## Required action
The exercise asks you to copy every line below in which "them" appears.

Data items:
import { roleByName } from './columnNames';
import { isMissing, isNumeric } from './cells';
import { withoutEmptyEnd } from './findSeparator';
import { isUnitCell, splitHeading } from './headingUnits';
import type { Separator } from './reading';
import type { TableRecord } from './records';
import { splitLine } from './splitLine';
import type { TextLine } from './splitText';

export interface FoundHeader {
	/** Name and unit of each column; null without a heading. */
	headings: { text: string; name: string; unit: string | null }[] | null;
	/** How many of the records stand before the first row. */
	before: number;
	/** Those of them that are neither headings nor words, but broken rows. */
	broken: TableRecord[];
}

const numbersIn = (cells: readonly string[]) => cells.filter(isNumeric).length;
const rolesIn = (cells: readonly string[]) =>
	cells.filter((cell) => roleByName(splitHeading(cell).name)).length;
const isUnits = (cells: readonly string[]) =>
	cells.some(isUnitCell) &&
	cells.every((cell) => isMissing(cell) || !isNumeric(cell)) &&
	cells.filter((cell) => isUnitCell(cell) || isMissing(cell)).length * 2 >= cells.length;

const headingsFrom = (cells: readonly string[], units: readonly string[] = []) =>
	cells.map((text, i) => {
		const split = splitHeading(text);
		const below = (units[i] ?? '').trim().replace(/^[([{]|[)\]}]$/g, '');
		return { text, name: split.name, unit: split.unit ?? (below === '' ? null : below) };
	});

/** Headings that stand in the comments above the first row, as archives often have them. */
function inComments(
	comments: readonly TextLine[],
	separator: Separator,
	columns: number,
	firstRow: number
): FoundHeader['headings'] {
	const rows = comments
		.filter(({ number }) => number < firstRow)
		.slice(-50)
		.map(({ text }) => withoutEmptyEnd(splitLine(text, separator).cells))
		.filter((cells) => cells.length === columns);
	const at = rows.findLastIndex((cells) => rolesIn(cells) >= 2);
	if (at === -1) return null;
	const units = rows.slice(at + 1).find(isUnits);
	return headingsFrom(rows[at], units);
}

/**
 * Finds what names the columns: the first lines without numbers, or the comments.
 * @param records the first ones of the table @param columns cells of a usual row
 * @param asked whether a person says that the first line is, or is not, a heading
 */
export function findHeader(
	records: readonly TableRecord[],
	comments: readonly TextLine[],
	separator: Separator,
	columns: number,
	asked?: boolean
): FoundHeader {
	const cellsOf = (record: TableRecord) => withoutEmptyEnd(record.cells);
	if (asked === false) return { headings: null, before: 0, broken: [] };
	const isBroken = (one: TableRecord) => one.fault !== null || numbersIn(one.cells) > 0;
	const isRow = (record: TableRecord) => numbersIn(record.cells) >= 2;
	let before = records.findIndex(isRow);
	if (before === -1) before = records.length;
	if (asked) before = Math.max(1, before);
	const above = records.slice(0, before);
	let at = asked ? 0 : above.findLastIndex((one) => !one.fault && rolesIn(one.cells) > 0);
	if (at === -1) {
		at = above.findLastIndex(
			(one) => !one.fault && numbersIn(one.cells) === 0 && one.cells.length === columns
		);
	}
	if (at === -1) {
		const firstRow = records[before]?.line ?? Infinity;
		const headings = inComments(comments, separator, columns, firstRow);
		return { headings, before, broken: above.filter(isBroken) };
	}
	const units = above.findIndex((record, i) => i > at && isUnits(record.cells));
	const broken = above.filter(
		(record, i) => i !== at && i !== units && (i > at || isBroken(record))
	);
	const headings = headingsFrom(
		cellsOf(above[at]),
		units === -1 ? undefined : cellsOf(above[units])
	);
	return { headings, before, broken };
}
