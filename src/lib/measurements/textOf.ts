import { largestText, largestTextWords } from './limits';
import { decodeText } from './decodeText';

/** Bytes a text takes as UTF-8; counted only where it could be too many. */
const bytesOf = (text: string) =>
	text.length * 3 <= largestText ? 0 : new TextEncoder().encode(text).length;

/** The text of a file or of what was pasted, or why it cannot be read. */
export function textOf(input: string | Uint8Array): { text: string } | { problem: string } {
	const size = typeof input === 'string' ? bytesOf(input) : input.byteLength;
	if (size > largestText) {
		const had = (size / 1024 / 1024).toFixed(1);
		return {
			problem: `This is ${had} MB; at most ${largestTextWords} can be read. Bring the part that holds the rotation curve.`
		};
	}
	return typeof input === 'string' ? { text: input } : decodeText(input);
}
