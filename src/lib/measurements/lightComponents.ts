import type { ComponentSpec } from '../dynamics/types';
import type { MeasuredPoint } from './types';

const parts = [
	{ role: 'gas', name: 'Gas', massToLight: 1 },
	{ role: 'disc', name: 'Disc', massToLight: 0.5 },
	{ role: 'bulge', name: 'Bulge', massToLight: 0.5 }
] as const;
type Part = (typeof parts)[number]['role'];

/** Points of one component; a longer table is thinned, its last point kept. */
const mostPoints = 400;

/** Speeds of one part by rising radius; where two points share a radius the first counts. */
function curveOf(points: readonly MeasuredPoint[], role: Part) {
	const known = points
		.flatMap(({ radius, [role]: speed }) => (speed === undefined ? [] : [{ radius, speed }]))
		.sort((a, b) => a.radius - b.radius)
		.filter(({ radius }, i, all) => i === 0 || radius > all[i - 1].radius);
	if (known.length < 2 || known.every(({ speed }) => speed === 0)) return null;
	if (known.length <= mostPoints) return known;
	const step = (known.length - 1) / (mostPoints - 1);
	return Array.from({ length: mostPoints }, (_, i) => known[Math.round(i * step)]);
}

/**
 * What the light in a table would pull by itself: one tabulated component each for gas, disc and
 * bulge where the table has them. Stars weigh 0.5 Msun for each Lsun of near-infrared light to begin
 * with (Lelli, McGaugh and Schombert 2016, AJ 152, 157: 0.5 for discs at 3.6 μm, from memory; bulges
 * are often given 0.7); gas is counted as mass already. Points that were left out count too: their
 * light was measured all the same.
 * @param points kpc, km/s @param newId makes the components' ids
 */
export function lightComponents(
	points: readonly MeasuredPoint[],
	newId: () => string
): ComponentSpec[] {
	return parts.flatMap(({ role, name, massToLight }) => {
		const curve = curveOf(points, role);
		if (!curve) return [];
		const component: ComponentSpec = {
			id: newId(),
			kind: 'tabulated',
			name: `${name}, measured`,
			lit: true,
			parameters: {
				massToLight,
				radii: curve.map(({ radius }) => radius),
				speeds: curve.map(({ speed }) => speed)
			}
		};
		return [component];
	});
}
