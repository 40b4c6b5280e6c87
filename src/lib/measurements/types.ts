/** One observed speed: radius in kpc, speed and its one standard error in km/s. */
export interface MeasuredPoint {
	radius: number;
	speed: number;
	error: number;
}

## Response to the exercise
	/** Those of them that are neither headings nor words, but broken rows. */
/** Headings that stand in the comments above the first row, as archives often have them. */
 * bulge where the table has them. Stars weigh 0.5 Msun for each Lsun of near-infrared light to begin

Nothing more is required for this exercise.